Reward model: in some cases, the answer to a question is very easy to verify without the need of a neural network (rule-based reward)
- Math: we can just compare the numbers (except for the proof problems)
- Code: we can execute the solution code against the test cases
Critic model: in general, we just want to compute the policy gradient: $\nabla_{\theta} J(\theta) = \mathbb{E} [ Q^\pi (s, a) \nabla_\theta \ln \pi_\theta (a|s) ]$
- There are many different policy gradient methods (many different ways to compute the policy gradient). They differ in the way to estimate $Q^\pi (s, a)$ .
  - Monte Carlo: we can perform rollouts to estimate how good $(s, a)$ is, similar to MCTS, where we do not need any neural model.
    - $Q^\pi (s_t, a_t) = \mathbb{E}_\pi[ G_t | s_t, a_t ], ~ G_t = r_{t+1} + \gamma r_{t+2} + \gamma^2 r_{t+3} + \cdots$
  - Neural network learning: we learn a value function $V(s)$ to predict how good a state $s$ is and then we can use it to calculate $Q^\pi (s, a)$.
    - Temporal Difference: $\text{TD error} = r_{t+1} + \gamma V(s_{t+1}) - V(s_t)$ , where $V(s)$ is estimated by the critic model.
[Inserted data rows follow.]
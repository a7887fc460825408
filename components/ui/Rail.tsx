import { Link as RouterLink, type Href } from 'expo-router';
import { createContext, use, type ReactNode } from 'react';
import { Pressable, StyleSheet, View } from 'react-native';

import { color, space } from '../theme/tokens';
import { Text } from './Text';

/** True where the page around already keeps its distance from the edges, so that rows need none of their own. */
export const Padded = createContext(false);

/** A list ruled by single lines over the full width, as the rails of a crush. */
export const RailList = ({ label, children }: { label: string; children: ReactNode }) => (
  <View role="list" aria-label={label} style={styles.list}>
    {children}
  </View>
);

interface RailRowProps {
  title?: ReactNode;
  subtitle?: ReactNode;
  /** Left column: a time, a tag, a mark. */
  leading?: ReactNode;
  /** Right column: a figure, a word. */
  trailing?: ReactNode;
  /** Where the row leads; or what it does. Neither: the row only says something. */
  href?: Href;
  onPress?: () => void;
  accessibleLabel?: string;
  selected?: boolean;
  /** A bar at the left: something overdue or wrong. Say the word too. */
  mark?: 'stop' | 'warn';
  /** Below the row, for buttons and notices: not part of its press. */
  children?: ReactNode;
}

const words = (value: ReactNode, subtitle: boolean): ReactNode =>
  typeof value === 'string' ? (
    <Text variant={subtitle ? 'small' : 'subheading'} tone={subtitle ? 'quiet' : 'ink'}>
      {value}
    </Text>
  ) : (
    value
  );

export function RailRow(props: RailRowProps) {
  const { title, subtitle, leading, trailing, href, onPress, accessibleLabel, selected, mark, children } = props;
  const side = { paddingHorizontal: use(Padded) && !mark ? 0 : space.m };
  const inside = (
    <>
      {leading ? <View style={styles.leading}>{leading}</View> : null}
      <View style={styles.middle}>
        {words(title, false)}
        {words(subtitle, true)}
      </View>
      {trailing ? (
        <View style={styles.trailing}>{typeof trailing === 'string' ? <Text>{trailing}</Text> : trailing}</View>
      ) : null}
    </>
  );
  const named = accessibleLabel ? { 'aria-label': accessibleLabel } : {};
  return (
    <View
      role="listitem"
      style={[styles.row, mark && styles.marked, mark && { borderLeftColor: color[mark] }, selected && styles.selected]}
    >
      {href !== undefined ? (
        <RouterLink href={href} asChild>
          <Pressable
            {...named}
            {...(selected ? { 'aria-current': 'page' } : {})}
            style={{ ...StyleSheet.flatten(styles.press), ...side }}
          >
            {inside}
          </Pressable>
        </RouterLink>
      ) : onPress ? (
        <Pressable role="button" {...named} onPress={onPress} style={[styles.press, side]}>
          {inside}
        </Pressable>
      ) : (
        <View style={[styles.press, side]}>{inside}</View>
      )}
      {children ? <View style={[styles.below, side]}>{children}</View> : null}
    </View>
  );
}

const styles = StyleSheet.create({
  list: { borderTopWidth: 1, borderTopColor: color.rail },
  row: { borderBottomWidth: 1, borderBottomColor: color.rail },
  marked: { borderLeftWidth: 8 },
  selected: { backgroundColor: color.raised },
  press: {
    minHeight: 56,
    flexDirection: 'row',
    alignItems: 'center',
    gap: space.m,
    paddingVertical: 10,
  },
  leading: { minWidth: 56 },
  middle: { flex: 1, minWidth: 0, gap: 2 },
  trailing: { alignItems: 'flex-end' },
  below: { paddingBottom: space.m, gap: space.s },
});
Therefore, if we focus on “easy-to-verify” problems, we can only have the policy model and the reference model to do RL training.

If we ignore the clipping tricks used to stablize the training, the objective can be simplified as:

$$ \mathcal{J}(\theta) = {1 \over G} \sum_{i=1}^G A_i \pi_{\theta} (o_i | q) - \beta \mathbb{D}_{KL}(\pi_\theta || \pi_{\text{ref}}) $$

It is very similar to the general PG equation, as it is also a variant of PG.
- $A$, advantage, can be consdered as an alternative of $Q$ with lower variance by taking off a baseline value.
  - The baseline here is estimated by the mean reward of a set of response candidates to a given question.
- KL is used to prevent the model from going too far away from the original one.
  - The model after RL is still a language model so it should not be so different from the initial one.
- The clipping tricks is the same as the ones in PPO.
From a practice perspective, we only need to run two models (at least) during training.
total reward = format reward + accuracy reward
Compared to SFT: the LLM learns to maximize the reward by learning from explorations, rather than imitating existing data or imitating the behavor of a stronger model.

Where do the capabilities of search, verification, and backtracking come from?

These patterns must already exist in the base model. The RL training amplifies it.
In particular, researchers at Sea AI Lab (SAIL) showed that base models can be easily prompted to produce self-reflection and that the “aha” moment from the DeepSeek-R1 paper may be more a symptom of the base model than the RL optimisation process. (src)

Definitely not.

Using RL to improve LLM reasoning capability has become the “common sense” among “insiders” for at least one year. OpenAI’s o1 model is the first well-known and released reasoning model based on RL.
GRPO is just a variant of PG. Compared with PPO, it takes less resources. But there are also other similar variants which are also “cheap” (use MC to estimate Q).
- People are using other variants for some reasons. For example, REINFORCE++ has a very similar loss function, removing / std in GRPO and using K1 KL loss (GRPO uses K3 KL loss) to make it more stable.
- Some people say PPO is more stable during training.

Not yet.

Many capabilities are encoded into the LLMs during pre-training. They do not train a LLM from scratch using RL.
There are lots of SFT related processes in the training process of R1, because we want a LLM which can do more things than coding and math problem solving.
- An open question: how do the capabilities gained from rule-based RL training generalize to general tasks?
  - Even for math problems, there is no rule-based reward system to evaluate a proof.